Master megaminx (would that be 6x6-a-minx?), master kilominx, 4x4 megaminx, weird megaminx with 2x2 centres which is really weird, inbetween the mega and giga minx, megigaminx, myriaminx (I like that one)

Would it also be possible to make one with a ball core based on a Rubik's or mefferts 4x4 mechanism?


----------



## Muesli (Dec 9, 2009)

ben1996123 said:


> daniel0731ex said:
> 
> 
> > qqwref said:
> ...


Surely the Megaminx is a 3x3x3, a Gigaminx is a 5x5x5 and a Kilominx is a 2x2x2. I don't think the Pyraminx Crystal fits into that pattern at all.


----------



## retr0 (Dec 9, 2009)

Kilominx/Impossiball - 2x2 dodecahedron
Megaminx - 3x3
-------- - 4x4 (Has been made but can't remember name
Gigaminx - 5x5
Teraminx - 7x7
Petaminx - 9x9


----------



## shelley (Dec 9, 2009)

daniel0731ex said:


> the *flour*minx isn't pointless. it creates the possibility of making the 4x4 minx.



Just add eggs, butter and sugar and bake at 400 degrees for 15 minutes.


----------



## rubixfreak (Dec 9, 2009)

why not just name the x-layer Minx?

so kilominx would be 2-layerminx
mega = 3 layerminx
etc.

much more easy to understand...


----------



## qqwref (Dec 9, 2009)

Ugh, I hate this "2x2x2 minx" business.

YOU GUYS. THE "KILOMINX" DOES NOT HAVE TWO LAYERS. IT HAS THREE. JUST LOOK AT IT. IT IS NOT A 2X2X2 MINX.


----------



## Muesli (Dec 9, 2009)

qqwref said:


> Ugh, I hate this "2x2x2 minx" business.
> 
> YOU GUYS. THE "KILOMINX" DOES NOT HAVE TWO LAYERS. IT HAS THREE. JUST LOOK AT IT. IT IS NOT A 2X2X2 MINX.


Eh?


----------



## Cheese_Board (Dec 10, 2009)

qqwref said:


> Ugh, I hate this "2x2x2 minx" business.
> 
> YOU GUYS. THE "KILOMINX" DOES NOT HAVE TWO LAYERS. IT HAS THREE. JUST LOOK AT IT. IT IS NOT A 2X2X2 MINX.



When people say it is a 2x2x2 minx, they are saying that it is equivalent to the 2x2x2 cube, meaning it is a face-turning corners-only puzzle.


----------



## SuperNerd (Dec 10, 2009)

Could they build a 4x4 megaminx out of a Gigaminx?

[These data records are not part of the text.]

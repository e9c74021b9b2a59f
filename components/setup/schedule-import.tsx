"use client";

import { useMutation } from "@tanstack/react-query";
import Link from "next/link";
import { useRouter } from "next/navigation";
import { useState } from "react";
import { Button } from "@/components/ui/button";
import { ApiError } from "@/lib/api-client";
import { designApi } from "@/lib/api-client/design";
import type { PreviewRow, SchedulePreview } from "@/lib/design/schedule-csv";
import { FormMessage } from "./form-fields";

const MAX_BYTES = 1_048_576;
const ACTION_LABEL = { add: "Add", update: "Update", unchanged: "No change" } as const;

/** Choose a schedule file, see every row with its errors, and import it only when it is clean. */
export function ScheduleImport({ projectId }: { projectId: string }) {
  const router = useRouter();
  const [file, setFile] = useState<{ name: string; text: string } | null>(null);
  const [readError, setReadError] = useState<string | null>(null);
  const [onlyErrors, setOnlyErrors] = useState(false);
  const [preview, setPreview] = useState<SchedulePreview | null>(null);
  const [done, setDone] = useState<string | null>(null);

  const check = useMutation({
    mutationFn: (text: string) => designApi.importSchedule(projectId, text, "preview"),
    onSuccess: (res) => setPreview(res.preview),
  });
  const commit = useMutation({
    mutationFn: (text: string) => designApi.importSchedule(projectId, text, "commit"),
    onSuccess: (res) => {
      const a = res.applied!;
      setPreview(res.preview);
      setDone(
        `Imported: ${a.added.sections.length} sections and ${a.added.terminals.length} terminals added, ${a.updated.sections.length} sections and ${a.updated.terminals.length} terminals updated, ${res.preview.counts.unchanged} rows unchanged.`,
      );
      router.refresh();
    },
    onError: (err) => {
      const body = (err as ApiError & { body?: { preview?: SchedulePreview } }).body;
      if (body?.preview) setPreview(body.preview);
    },
  });

  async function choose(event: React.ChangeEvent<HTMLInputElement>) {
    const chosen = event.target.files?.[0];
    setPreview(null);
    setDone(null);
    setReadError(null);
    check.reset();
    commit.reset();
    if (!chosen) return setFile(null);
    if (chosen.size > MAX_BYTES) {
      setFile(null);
      return setReadError(`${chosen.name} is ${(chosen.size / 1_048_576).toFixed(1)} MiB; the limit is 1 MiB. Split the schedule by system.`);
    }
    const text = await chosen.text();
    setFile({ name: chosen.name, text });
    check.mutate(text);
  }

  const rows = preview ? (onlyErrors ? preview.rows.filter((r) => r.errors.length > 0) : preview.rows) : [];
  const changes = preview ? preview.counts.add + preview.counts.update : 0;
  const error = readError ?? (check.error ? check.error.message : null) ?? (commit.error ? commit.error.message : null);

  return (
    <div className="space-y-4">
      <div>
        <label htmlFor="schedule-file" className="mb-1 block font-semibold">
          Design schedule (CSV)
        </label>
        <input
          id="schedule-file"
          type="file"
          accept=".csv,text/csv"
          onChange={choose}
          aria-describedby="schedule-file-hint"
          className="block min-h-touch w-full max-w-xl rounded-card border-2 border-line-strong bg-paper-raised p-2 file:mr-3 file:min-h-[2.25rem] file:rounded-card file:border-0 file:bg-accent file:px-4 file:font-semibold file:text-white"
        />
        <p id="schedule-file-hint" className="mt-1 text-sm text-ink-muted">
          Choosing a file only checks it: nothing is saved until you import it, and a file with any error is not imported at all.
        </p>
      </div>
      <FormMessage message={error} tone="fault" />
      <FormMessage message={done} tone="ok" />
      {check.isPending && <p aria-live="polite">Checking {file?.name}…</p>}

      {preview && (
        <section aria-labelledby="preview-title" className="space-y-3">
          <h2 id="preview-title">
            {file?.name}: {preview.counts.rows} rows
          </h2>
          {preview.fileErrors.length > 0 && (
            <ul className="list-disc space-y-1 rounded-card border-2 border-fault bg-fault-soft p-3 pl-8 font-semibold text-fault">
              {preview.fileErrors.map((e) => (
                <li key={e}>{e}</li>
              ))}
            </ul>
          )}
          {preview.rows.length > 0 && (
            <p className="num">
              <Outcome ok={preview.ok} /> {preview.counts.add} to add · {preview.counts.update} to update · {preview.counts.unchanged} unchanged ·{" "}
              <strong>{preview.counts.withErrors} with errors</strong>
              {Object.keys(preview.units).length > 0 && (
                <span className="text-ink-soft">
                  {" "}
                  · units read from the headers: {Object.values(preview.units).join(", ")}
                </span>
              )}
            </p>
          )}
          <div className="flex flex-wrap items-center gap-3">
            <Button onClick={() => file && commit.mutate(file.text)} disabled={!preview.ok || changes === 0 || commit.isPending || done !== null}>
              {commit.isPending ? "Importing…" : `Import ${changes} row${changes === 1 ? "" : "s"}`}
            </Button>
            {!preview.ok && <span className="font-semibold text-fault">Fix the rows marked below in the file, then choose it again.</span>}
            {preview.ok && changes === 0 && <span className="text-ink-soft">The project already matches this file.</span>}
            {done && (
              <Link href={`/projects/${projectId}/setup`} className="font-semibold text-accent-strong underline">
                Back to set-up
              </Link>
            )}
          </div>
          {preview.counts.withErrors > 0 && (
            <label className="flex min-h-touch cursor-pointer items-center gap-2">
              <input type="checkbox" checked={onlyErrors} onChange={(e) => setOnlyErrors(e.target.checked)} className="h-5 w-5 accent-accent" />
              Show only the rows with errors
            </label>
          )}
          {rows.length > 0 && <PreviewTable rows={rows} />}
        </section>
      )}
    </div>
  );
}

function Outcome({ ok }: { ok: boolean }) {
  return (
    <span className={`inline-flex items-center gap-1 font-semibold ${ok ? "text-ok" : "text-fault"}`}>
      <svg viewBox="0 0 16 16" width="16" height="16" aria-hidden="true">
        {ok ? (
          <path d="M3 8.5l3 3 7-7" fill="none" stroke="currentColor" strokeWidth="2" strokeLinecap="round" strokeLinejoin="round" />
        ) : (
          <path d="M4 4l8 8M12 4l-8 8" fill="none" stroke="currentColor" strokeWidth="2" strokeLinecap="round" />
        )}
      </svg>
      {ok ? "Ready to import:" : "Not ready:"}
    </span>
  );
}

function PreviewTable({ rows }: { rows: PreviewRow[] }) {
  return (
    <div className="overflow-x-auto rounded-card border border-line bg-paper-raised">
      <table className="w-full min-w-[44rem] text-left">
        <caption className="sr-only">Every row of the file with what would happen to it</caption>
        <thead className="border-b-2 border-line text-sm text-ink-muted">
          <tr>
            <th className="px-2 py-2">Line</th>
            <th className="px-2 py-2">Record</th>
            <th className="px-2 py-2">System</th>
            <th className="px-2 py-2">Tag</th>
            <th className="px-2 py-2">Parent</th>
            <th className="px-2 py-2">Size</th>
            <th className="px-2 py-2 text-right">Design airflow</th>
            <th className="px-2 py-2">Result</th>
          </tr>
        </thead>
        <tbody>
          {rows.map((r) => (
            <tr key={r.line} className={`border-b border-line align-top ${r.errors.length > 0 ? "bg-fault-soft" : ""}`}>
              <td className="px-2 py-1">{r.line}</td>
              <td className="px-2 py-1">{r.record ?? "?"}</td>
              <td className="px-2 py-1">{r.system}</td>
              <td className="px-2 py-1 font-semibold">{r.tag}</td>
              <td className="px-2 py-1">{r.parent || "—"}</td>
              <td className="px-2 py-1">{r.size}</td>
              <td className="px-2 py-1 text-right">{r.airflow}</td>
              <td className="px-2 py-1">
                {r.errors.length > 0 ? (
                  <ul className="space-y-0.5 text-sm font-semibold text-fault">
                    {r.errors.map((e) => (
                      <li key={`${e.column}:${e.message}`} className="flex items-start gap-1">
                        <svg viewBox="0 0 16 16" width="14" height="14" aria-hidden="true" className="mt-1 shrink-0">
                          <path d="M4 4l8 8M12 4l-8 8" fill="none" stroke="currentColor" strokeWidth="2.2" strokeLinecap="round" />
                        </svg>
                        <span>
                          <code>{e.column}</code>: {e.message}
                        </span>
                      </li>
                    ))}
                  </ul>
                ) : (
                  <span>{r.action ? ACTION_LABEL[r.action] : ""}</span>
                )}
              </td>
            </tr>
          ))}
        </tbody>
      </table>
    </div>
  );
}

If they (mefferts) did, then they better make it off of a good gigaminx, and not the terrible C4Y gigaminx we're stuck with now.....


----------



## qqwref (Dec 10, 2009)

The reason it's called 2x2x2 is because it has 2 layers per axis... same for 3x3x3, 4x4x4, 5x5x5, and so on. Don't tell me you didn't realize this. It's not like the name 2x2x2 comes from the fact that it's the corners of a 3x3x3.

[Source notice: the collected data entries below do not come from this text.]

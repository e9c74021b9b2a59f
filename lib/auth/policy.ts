import type { MemberRole } from "@/db/schema";

/**
 * What each role may do in a project: the single source of truth for authorization.
 * Route handlers and server actions ask `can()`; navigation uses it only to hide links.
 */
export const ACTIONS = [
  "project.view",
  "project.edit",
  "traverse.record",
  "terminal.record",
  "traverse.submit",
  "traverse.review",
  "design.view",
  "design.edit",
  "deviation.accept",
  "report.issue",
  "report.download",
  "members.manage",
  "members.view",
  "members.invite",
  "supervisor.sign",
  "photo.add",
  "instrument.view",
  "instrument.edit",
] as const;
export type Action = (typeof ACTIONS)[number];

const ALL: readonly MemberRole[] = ["technician", "commissioning_agent", "engineer", "owner"];

export const POLICY: Record<Action, readonly MemberRole[]> = {
  "project.view": ALL,
  "project.edit": ["engineer"],
  "traverse.record": ["technician"],
  "terminal.record": ["technician"],
  "traverse.submit": ["technician"],
  "traverse.review": ["commissioning_agent"],
  "design.view": ["technician", "commissioning_agent", "engineer"],
  "design.edit": ["engineer"],
  "deviation.accept": ["engineer"],
  "report.issue": ["commissioning_agent"],
  "report.download": ALL,
  // Changing or removing an engineer of record, and anything about oneself, stays with site administrators.
  "members.manage": [],
  "members.view": ALL,
  // Invite people, change roles, remove members, designate the TAB supervisor.
  "members.invite": ["engineer"],
  // Only the designated supervisor signs; the handler also checks it is them.
  "supervisor.sign": ["technician"],
  "photo.add": ["technician"],
  // The instrument register is the organisation's: these are asked of any project role the user holds.
  "instrument.view": ALL,
  "instrument.edit": ["technician", "engineer"],
};

/** Site-wide administrators set projects up (settings, design, people) and may look at everything, but take no readings and sign nothing. */
const ADMIN_ACTIONS: ReadonlySet<Action> = new Set([
  "project.view",
  "project.edit",
  "design.view",
  "design.edit",
  "report.download",
  "members.manage",
  "members.view",
  "members.invite",
  "instrument.view",
  "instrument.edit",
]);

export interface Actor {
  isAdmin: boolean;
}

export function can(actor: Actor, role: MemberRole | null, action: Action): boolean {
  if (role !== null && POLICY[action].includes(role)) return true;
  return actor.isAdmin && ADMIN_ACTIONS.has(action);
}

/** Register-wide actions (the instrument register): allowed when any of the user's project roles allows it. */
export function canInRegister(actor: Actor, roles: readonly MemberRole[], action: Action): boolean {
  return actor.isAdmin ? ADMIN_ACTIONS.has(action) : roles.some((role) => POLICY[action].includes(role));
}

export const ROLE_LABELS: Record<MemberRole, string> = {
  technician: "Technician",
  commissioning_agent: "Commissioning agent",
  engineer: "Engineer",
  owner: "Owner",
};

"Flowerminx" is a good name, as is "Impossiball". But it's NOT a 2x2x2 megaminx, or a 2-layer minx, or whatever. It just doesn't have two layers.


----------



## Cheese_Board (Dec 10, 2009)

qqwref said:


> The reason it's called 2x2x2 is because it has 2 layers per axis... same for 3x3x3, 4x4x4, 5x5x5, and so on. Don't tell me you didn't realize this. It's not like the name 2x2x2 comes from the fact that it's the corners of a 3x3x3.
> 
> "Flowerminx" is a good name, as is "Impossiball". But it's NOT a 2x2x2 megaminx, or a 2-layer minx, or whatever. It just doesn't have two layers.

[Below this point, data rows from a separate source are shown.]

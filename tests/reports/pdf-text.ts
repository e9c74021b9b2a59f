import { getDocument } from "pdfjs-dist/legacy/build/pdf.mjs";

export interface PageText {
  width: number;
  height: number;
  text: string;
  items: { str: string; x: number; y: number; width: number; rotated: boolean }[];
}

/** Every page's text and where each run sits (PDF points, origin bottom-left), read back with pdf.js. */
export async function readPdfText(bytes: Uint8Array): Promise<PageText[]> {
  const doc = await getDocument({ data: Uint8Array.from(bytes), disableFontFace: true, useSystemFonts: false, isEvalSupported: false }).promise;
  const pages: PageText[] = [];
  for (let n = 1; n <= doc.numPages; n++) {
    const page = await doc.getPage(n);
    const [, , width, height] = page.view as [number, number, number, number];
    const content = await page.getTextContent();
    const items = content.items
      .filter((i): i is Extract<typeof i, { str: string }> => "str" in i)
      .map((i) => ({ str: i.str, x: i.transform[4] as number, y: i.transform[5] as number, width: i.width, rotated: Math.abs(i.transform[1] as number) > 1e-6 }));
    pages.push({ width, height, text: items.map((i) => i.str).join(" ").replace(/\s+/g, " "), items });
  }
  await doc.destroy();
  return pages;
}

Again, I'm not saying it is a 2x2x2 minx, I'm just saying that it shares similar qualities to the 2x2x2 cube.


----------



## daniel0731ex (Dec 10, 2009)

the pyraminx crystal is a megaminx with cuts deeper into the middle. count the tiles (or stickers) on each side of the megaminx and compare it to the Pyraminx crystal


----------



## z666zz666z (Dec 14, 2010)

Hey, i want a good Gigaminx... and the 4x4x4 equivalent Minx

Here a small table comparing Rubik's Cube to minx (in terms of layers per side):

Cube -> Minx
----- ------------
2x2x2 -> Flowerminx
Note: I see mefferts sell it, do not jet have it

3x3x3 -> Megaminx
Note: I have a QJ one... i put vaseline inside it and i can do finger tricks at it now

4x4x4 -> ¿?minx
Note: how the hell is it called? I can see that people says it exists but no name of it, for more info see:
http://www.speedsolving.com/forum/showthread.php?17506-Flowerminx(Kilominx)-now-sold-by-Meffert-s/page3&highlight=gigaminx
http://www.twistypuzzles.com/forum/viewtopic.php?f=9&t=15481&start=0

5x5x5 -> Gigaminx
Cube4You is 9.3cm face to face size:
http://cube4you.com/cube4you-gigaminx-v4black-p-137.html
Another one is 6.5cm face to face size:
http://www.cfoping.com/index.php?gOo=goods_search_list.dwt&gcat=67
A mini one with a holed spheric core:
Video: http://www.youtube.com/watch?v=HBbDASX2wCg
images: http://www.shapeways.com/model/79235/x10_mini_gigaminx.html#

6x6x6 -> ¿?minx

7x7x7 -> Teraminx

8x8x8 -> ¿?minx

9x9x9 -> Petaminx

That is what i found...

On the web is: http://www.cfoping.com/index.php?gOo=goods_search_list.dwt&gcat=67

If you click on any of them, then on Detail tab, you can see they say on both (white and black) this:



> Adjusting:
> The cube does not require adjusting as the default tension is excellent.
> 
> Size:
> ...



I think "6.5cm3" is wrong... otherwise edge will be of 1.866cm (less than 2cm edge?) if it si milar to a standard Rubik's Cube edge would be near 6.5cm... but anyway it says the size is similar to a standard Rubik's Cube,... so face to face size must be near 6.5cm and i am afraid Cubes4You is much bigger because it is 9.3cm as said in:
http://cube4you.com/cube4you-gigaminx-v4black-p-137.html
Note1: Cube4You say height is 93mm, that means it is 9.3cm face to face size
Note2: Cube4You say weight is "0.37g", that must be wrong, maybe it would be 0.37kg, anyway it is very different weight from cfoping one 0.52Kg... it is near a 2/3 weitght...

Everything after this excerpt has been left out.